Hi, I am Christopher Aaron O’Hara (@ohara124c41), an AI system architect and researcher focused on safety-critical cyber-physical systems, autonomous robotics, and digital-twin platforms. My work spans end-to-end system architecture (requirements to validated deployment), reinforcement learning for decision-making in dynamic environments, and model-based systems engineering for complex, resource-constrained, software-intensive systems. Current interests include human–robot interaction under uncertainty, resilience engineering, certified learning for autonomy, and domain-specific languages for control (IEC 61131-3/PLC) integrated with real-time scheduling and verification.

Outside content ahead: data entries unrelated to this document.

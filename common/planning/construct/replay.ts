import type { Span } from '../../time/span';
import type { Plan } from '../problem/plan';
import type { Problem } from '../problem/problem';
import type { Calendar } from './calendar';
import { compile } from './compile';
import {
  type Compiled,
  type Crew,
  FINISH_START,
  FIXED_START,
  FROZEN,
  HOLD_DWELL,
  HOLD_UNTIL,
  MOVABLE,
  START_FINISH,
  START_START,
} from './compiled';
import { Generator } from './generator';
import type { Genome } from './genome';
import { Layout } from './layout';
import { loadPlan } from './load-plan';

/** No stage: nothing in the plan made it wait. */
export const NO_DRIVER = -1;

const NOTHING: ReadonlySet<string> = new Set();

/** Not looked up yet since the last run. */
const UNKNOWN = -2;

/**
 * A plan made ready to be lived through again and again with other times: the same order and bays by the same generation scheme,
 * while efforts, dwells, earliest starts and absences are what the caller last wrote. Who does a stage is settled anew among those
 * who may: a studio whose laminator is ill or held up asks the other one. Stages are indexed in the order of `stageIds`. A pin, a visit or the freeze is a wish when what comes before is late, so there it is a start not to come before.
 */
export class Replay {
  readonly stageIds: readonly string[];
  readonly makerIds: readonly string[];
  /** Efforts still to do, in minutes; written by the caller before `run`. */
  readonly effortMinutes: Int32Array;
  /** Dwells in thousandths of a reference minute; written by the caller. */
  readonly dwellAge: Float64Array;
  /** Starts not to come before, in minutes from the horizon's start; written by the caller. */
  readonly earliest: Int32Array;

  private readonly compiled: Compiled;
  private readonly generator: Generator;
  private readonly genome: Genome;
  private readonly ordinary: Calendar[];
  private readonly extended: Calendar[];
  private readonly wholeOrdinary: readonly Calendar[];
  private readonly wholeExtended: readonly Calendar[];
  /** Makers whose overtime is ever asked for. */
  private readonly worksLonger: ReadonlySet<number>;
  private readonly usersOfBay: readonly (readonly number[])[];
  private readonly drivers: Int32Array;

  /** `givesWay`: stages that are laid out after all others, whenever they start. */
  constructor(problem: Problem, plan: Plan, givesWay: ReadonlySet<string> = NOTHING) {
    const base = compile(problem);
    const planned = new Layout(base);
    loadPlan(planned, plan);
    this.wholeOrdinary = base.makers.ordinary;
    this.wholeExtended = base.makers.extended;
    this.ordinary = [...base.makers.ordinary];
    this.extended = [...base.makers.extended];
    this.effortMinutes = base.work.minutes.slice();
    this.dwellAge = base.work.dwellAge.slice();
    this.earliest = earliestOf(base);
    this.compiled = this.withPlanned(base, planned);
    this.generator = new Generator(this.compiled);
    this.genome = genomeOfPlan(this.compiled, planned, givesWay);
    this.worksLonger = askedForOvertime(this.compiled, this.genome);
    this.drivers = new Int32Array(base.stageCount).fill(UNKNOWN);
    this.stageIds = base.stages.map((stage) => stage.id);
    this.makerIds = base.makerIds;
    this.usersOfBay = base.bayIds.map((_, bay) =>
      base.stages.map((_, stage) => stage).filter((stage) => planned.housing[stage]?.includes(bay)),
    );
  }

  /** Lays everything out with the times as they are now written. */
  run(): void {
    this.generator.decode(this.genome);
    this.drivers.fill(UNKNOWN);
  }

  /** When a stage is over, dwell included, in minutes from the horizon's start; the horizon's end where it found no place. */
  finishOf(stage: number): number {
    const { layout } = this.generator;
    return layout.isPlaced[stage] === 1 ? layout.finish[stage] : this.compiled.horizonMinutes;
  }

  /** Sends a maker home for some time, as spans of instants; none for a maker who is always there. */
  setAbsence(maker: number, away: readonly Span[]): void {
    if (away.length === 0) {
      this.ordinary[maker] = this.wholeOrdinary[maker];
      this.extended[maker] = this.wholeExtended[maker];
      return;
    }
    const { origin, horizonMinutes } = this.compiled;
    const [ordinary, extended] = [this.wholeOrdinary[maker], this.wholeExtended[maker]];
    this.ordinary[maker] = ordinary.less(away, origin, horizonMinutes);
    if (extended === ordinary) this.extended[maker] = this.ordinary[maker];
    else if (this.worksLonger.has(maker)) this.extended[maker] = extended.less(away, origin, horizonMinutes);
  }

  /**
   * The stage that let this one begin no sooner in the last run: the one before it by link, or that had its crew or its bay, which
   * let go last; NO_DRIVER where its earliest start did. Exact but for bays that hold several pieces, where it is the last to leave.
   */
  driverOf(stage: number): number {
    if (this.generator.layout.isPlaced[stage] === 0) return NO_DRIVER;
    if (this.drivers[stage] === UNKNOWN) {
      const found = { driver: NO_DRIVER, release: this.earliest[stage] };
      this.weighLinks(stage, found);
      this.weighCrew(stage, found);
      this.weighBays(stage, found);
      this.drivers[stage] = found.driver;
    }
    return this.drivers[stage];
  }

  private weighLinks(stage: number, found: Release): void {
    const { links, workingClock } = this.compiled;
    const { layout } = this.generator;
    for (let k = links.inOf[stage]; k < links.inOf[stage + 1]; k += 1) {
      const link = links.inLinks[k];
      const before = links.from[link];
      if (layout.isPlaced[before] === 0) continue;
      const kind = links.kind[link];
      const isFromStart = kind === START_START || kind === START_FINISH;
      const from = isFromStart
        ? layout.start[before]
        : links.afterWork[link] === 1
          ? layout.end[before]
          : layout.finish[before];
      const gap = links.minGap[link];
      const low = links.isWorking[link] === 1 ? workingClock.earliestAfter(from, gap) : from + gap;
      const bindsStart = kind === FINISH_START || kind === START_START;
      weigh(found, before, bindsStart ? low : low - (layout.end[stage] - layout.start[stage]));
    }
  }

  private weighCrew(stage: number, found: Release): void {
    const { layout } = this.generator;
    const crew = layout.crew[stage];
    if (!crew) return;
    for (const maker of crew.makers) {
      const bookings = layout.bookings[maker];
      const before = bookings.indexAt(layout.start[stage]) - 1;
      if (before >= 0) weigh(found, bookings.stages[before], bookings.ends[before]);
    }
  }

  private weighBays(stage: number, found: Release): void {
    const { layout } = this.generator;
    const housing = layout.housing[stage];
    if (!housing) return;
    for (const bay of housing) {
      for (const other of bay < 0 ? [] : this.usersOfBay[bay]) {
        if (other === stage || layout.isPlaced[other] === 0 || layout.start[other] >= layout.start[stage]) continue;
        const until = this.heldUntil(other, bay);
        if (until <= layout.start[stage]) weigh(found, other, until);
      }
    }
  }

  private heldUntil(stage: number, bay: number): number {
    const { placeOf, placeHold, placeUntil } = this.compiled.work;
    const { layout } = this.generator;
    const place = placeOf[stage] + (layout.housing[stage]?.indexOf(bay) ?? 0);
    if (placeHold[place] === HOLD_DWELL) return layout.finish[stage];
    const last = placeHold[place] === HOLD_UNTIL ? placeUntil[place] : stage;
    return last >= 0 && layout.isPlaced[last] === 1 ? layout.end[last] : layout.end[stage];
  }

  /** The compiled problem with the plan's bays as the only choice and few crews, nothing tied but what has happened. */
  private withPlanned(base: Compiled, planned: Layout): Compiled {
    const { work } = base;
    return {
      ...base,
      makers: { ...base.makers, ordinary: this.ordinary, extended: this.extended },
      work: {
        ...work,
        minutes: this.effortMinutes,
        dwellAge: this.dwellAge,
        earliest: this.earliest,
        fixity: work.fixity.map((fixity) => (fixity === FIXED_START || fixity === FROZEN ? MOVABLE : fixity)),
        crews: work.crews.map((crews, stage) => withStandIns(planned.crew[stage], crews)),
        // Absences only take time away; a crew put together by hand may have other hours than any other.
        anyTime: (stage) => (planned.crew[stage]?.index === -1 ? null : work.anyTime(stage)),
        housings: work.housings.map((housings, stage) =>
          planned.housing[stage] ? [planned.housing[stage]] : housings,
        ),
      },
    };
  }
}

/** Crews that are asked when the planned one is held up; more than a few change little and cost time. */
const MOST_STAND_INS = 3;

/** The planned crew first, so that it keeps its work where nobody would be sooner, then others of as many hands. */
function withStandIns(planned: Crew | null, crews: readonly Crew[]): readonly Crew[] {
  if (!planned) return crews;
  const others = crews.filter(
    ({ index, makers }) => index !== planned.index && makers.length === planned.makers.length,
  );
  return [planned, ...others.slice(0, MOST_STAND_INS)];
}

interface Release {
  driver: number;
  release: number;
}

function weigh(found: Release, driver: number, release: number): void {
  if (release <= found.release) return;
  found.driver = driver;
  found.release = release;
}

function earliestOf({ work }: Compiled): Int32Array {
  return work.earliest.map((earliest, stage) => {
    const isWished = work.fixity[stage] === FIXED_START || work.fixity[stage] === FROZEN;
    return isWished ? Math.max(earliest, work.fixedStart[stage]) : earliest;
  });
}

/** The plan's own order of starts; stages without a place come last. Overtime stays where the plan works it. */
function genomeOfPlan(compiled: Compiled, planned: Layout, givesWay: ReadonlySet<string>): Genome {
  const movable = compiled.stages.map((_, stage) => stage).filter((stage) => compiled.work.fixity[stage] === MOVABLE);
  const startOf = (stage: number): number =>
    planned.isPlaced[stage] === 1 ? planned.start[stage] : compiled.horizonMinutes;
  const isLast = compiled.stages.map(({ id }) => (givesWay.has(id) ? 1 : 0));
  movable.sort(
    (a, b) => isLast[a] - isLast[b] || startOf(a) - startOf(b) || planned.finish[a] - planned.finish[b] || a - b,
  );
  return {
    order: Int32Array.from(movable),
    crewChoice: new Int16Array(compiled.stageCount).fill(-1),
    overtime: Uint8Array.from(compiled.stages, (_, stage) => (worksOvertime(compiled, planned, stage) ? 1 : 0)),
  };
}

/** The makers of stages that the plan works overtime for, and of those that have begun, for which overtime is tried. */
function askedForOvertime({ work, stages }: Compiled, { overtime }: Genome): ReadonlySet<number> {
  const asked = stages
    .map((_, stage) => stage)
    .filter((stage) => overtime[stage] === 1 || work.fixity[stage] !== MOVABLE)
    .flatMap((stage) => work.crews[stage].flatMap((crew) => [...crew.makers]));
  return new Set(asked);
}

function worksOvertime({ makers }: Compiled, planned: Layout, stage: number): boolean {
  const crew = planned.crew[stage];
  if (!crew) return false;
  for (let k = planned.spanAt[stage], left = planned.spanCount[stage]; left > 0; k += 2, left -= 1) {
    const [start, end] = [planned.spanPool[k], planned.spanPool[k + 1]];
    if (crew.makers.some((maker) => maker >= 0 && !makers.ordinary[maker].covers(start, end))) return true;
  }
  return false;
}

In recent roles, I have centered my efforts on building the Space Station OS, a modular digital-twin ecosystem (ROS 2 + Isaac Sim + URDF validation with Omnigraph) to prototype GNC/ECLSS/EPS/COMM subsystems and to train/control free-flying robots (e.g., Int-Ball/Astrobee) in microgravity scenarios. This includes interface patterns that transform algorithmic outputs (C++/Python/ROS 2 nodes) into simulator actuation while enforcing physical and operational constraints. Complementary work leads industrial AI initiatives: predictive maintenance for high-throughput bottling (fusion of DPCA with BiLSTM-attention; supervised and semi-supervised RUL/health-status pipelines), anomaly detection with strictly separated holdouts to prevent leakage, and dual-head architectures combining unsupervised deviation scoring with labeled anomaly prediction.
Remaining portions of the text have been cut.